** Task data follows **

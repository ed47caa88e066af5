using System.CommandLine;
using System.Globalization;
using BenchCheck.Core.Quantities;
using BenchCheck.Files;
using BenchCheck.Records;
using Spectre.Console;

namespace BenchCheck.Commands.Log;

/// <summary>How commands ask for records and show them.</summary>
internal static class FiledRecords
{
    public static Argument<long> Number(string name) => new(name) { Description = "Number of a record, as log list shows it." };

    /// <summary>The record, with its result read; null when there is none, which is then said.</summary>
    public static (LogRecord Record, ResultSummary Result)? Find(BenchLog log, long number, Terminal terminal)
    {
        if (log.Find(number) is not { } record) terminal.Error.WriteLine($"there is no record {number}; log list shows what there is");
        else if (ResultSummary.Parse(record.Result) is not { } result) terminal.Error.WriteLine($"the result of record {number} is not one that this program can read; log export gives it as it is");
        else return (record, result);
        return null;
    }

    /// <summary>"2026-03-01 09:30:12".</summary>
    public static string Time(LogEntry entry) => entry.FiledAt.Length >= 19 ? entry.FiledAt[..19].Replace('T', ' ') : entry.FiledAt;

    /// <summary>When it was filed; null where that cannot be read.</summary>
    public static DateTimeOffset? Instant(LogEntry entry) =>
        DateTimeOffset.TryParse(entry.FiledAt, CultureInfo.InvariantCulture, DateTimeStyles.AssumeUniversal, out var time) ? time : null;

    public static Style StyleOf(string verdict) => verdict switch
    {
        "agrees" or "in" => new Style(Color.Green),
        "disagrees" or "out" => new Style(Color.Red, decoration: Decoration.Bold),
        _ => new Style(Color.Yellow),
    };

    public static string Place(FiledReading reading, string reference) =>
        (reading.Quantity == "voltage" ? "" : reading.Quantity + " ") + reading.At + (reading.Against is null || reading.Against == reference ? "" : $" to {reading.Against}");

    /// <summary>The number with its unit, as every table writes it.</summary>
    public static string Text(double value, string unit) => EngineeringNotation.Format(value, UnitOf(unit));

    public static string Text(FiledEstimate estimate) => EngineeringNotation.FormatWithUncertainty(estimate.Value, estimate.StandardUncertainty, UnitOf(estimate.Unit));

    public static string Limits(FiledEstimate estimate) =>
        double.IsNaN(estimate.NominalLow) ? "?" : EngineeringNotation.Range(estimate.NominalLow, estimate.NominalHigh, UnitOf(estimate.Unit));

    public static Unit UnitOf(string symbol) => new(symbol);
}
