using System.CommandLine;
using System.Globalization;
using BenchCheck.Records;
using Spectre.Console;

namespace BenchCheck.Commands.Log;

/// <summary><c>benchcheck log list</c>: the newest records, one a line.</summary>
internal static class LogListCommand
{
    public static Command Create(Terminal terminal)
    {
        var command = new Command("list", "Lists records, the newest last.");
        var choice = LogChoice.Of(command);
        var search = new LogSearch(command);
        var most = new Option<int>("--most") { Description = "How many at most.", DefaultValueFactory = _ => 50, HelpName = "N" };
        most.Validators.Add(result =>
        {
            if (result.GetValueOrDefault<int>() < 1) result.AddError("--most takes a number of one or more");
        });
        command.Add(most);
        command.SetAction(parsed =>
        {
            using var log = BenchLog.OpenExisting(choice.Place(parsed));
            var entries = log.List(search.Query(parsed), parsed.GetValue(most));
            if (entries.IsEmpty)
            {
                terminal.Error.WriteLine("no record matches");
                return ExitCode.Agrees;
            }

            var table = Layout.Table(">record", "filed (UTC)", "serial", "verdict", "board");
            foreach (var e in entries)
            {
                Layout.Row(table,
                    (e.Number.ToString(CultureInfo.InvariantCulture), Style.Plain), (FiledRecords.Time(e), Style.Plain), (e.Serial ?? "", Style.Plain),
                    (e.Verdict, FiledRecords.StyleOf(e.Verdict)), (e.BoardTitle, Style.Plain));
            }

            terminal.Console.Write(table);
            return ExitCode.Agrees;
        });
        return command;
    }
}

** End of Task data **

▸ Exercise prompt
From the line containing "if (result.GetValueOrDefault<int>() <" down to the end of the listing above, return each line exactly as it appears and nothing more.

▸ Response to the task
            if (result.GetValueOrDefault<int>() < 1) result.AddError("--most takes a number of one or more");
        });
        command.Add(most);
        command.SetAction(parsed =>
        {
            using var log = BenchLog.OpenExisting(choice.Place(parsed));
            var entries = log.List(search.Query(parsed), parsed.GetValue(most));
            if (entries.IsEmpty)
            {
                terminal.Error.WriteLine("no record matches");
                return ExitCode.Agrees;
            }

            var table = Layout.Table(">record", "filed (UTC)", "serial", "verdict", "board");
            foreach (var e in entries)
            {
                Layout.Row(table,
                    (e.Number.ToString(CultureInfo.InvariantCulture), Style.Plain), (FiledRecords.Time(e), Style.Plain), (e.Serial ?? "", Style.Plain),
                    (e.Verdict, FiledRecords.StyleOf(e.Verdict)), (e.BoardTitle, Style.Plain));
            }

            terminal.Console.Write(table);
            return ExitCode.Agrees;
        });
        return command;
    }
}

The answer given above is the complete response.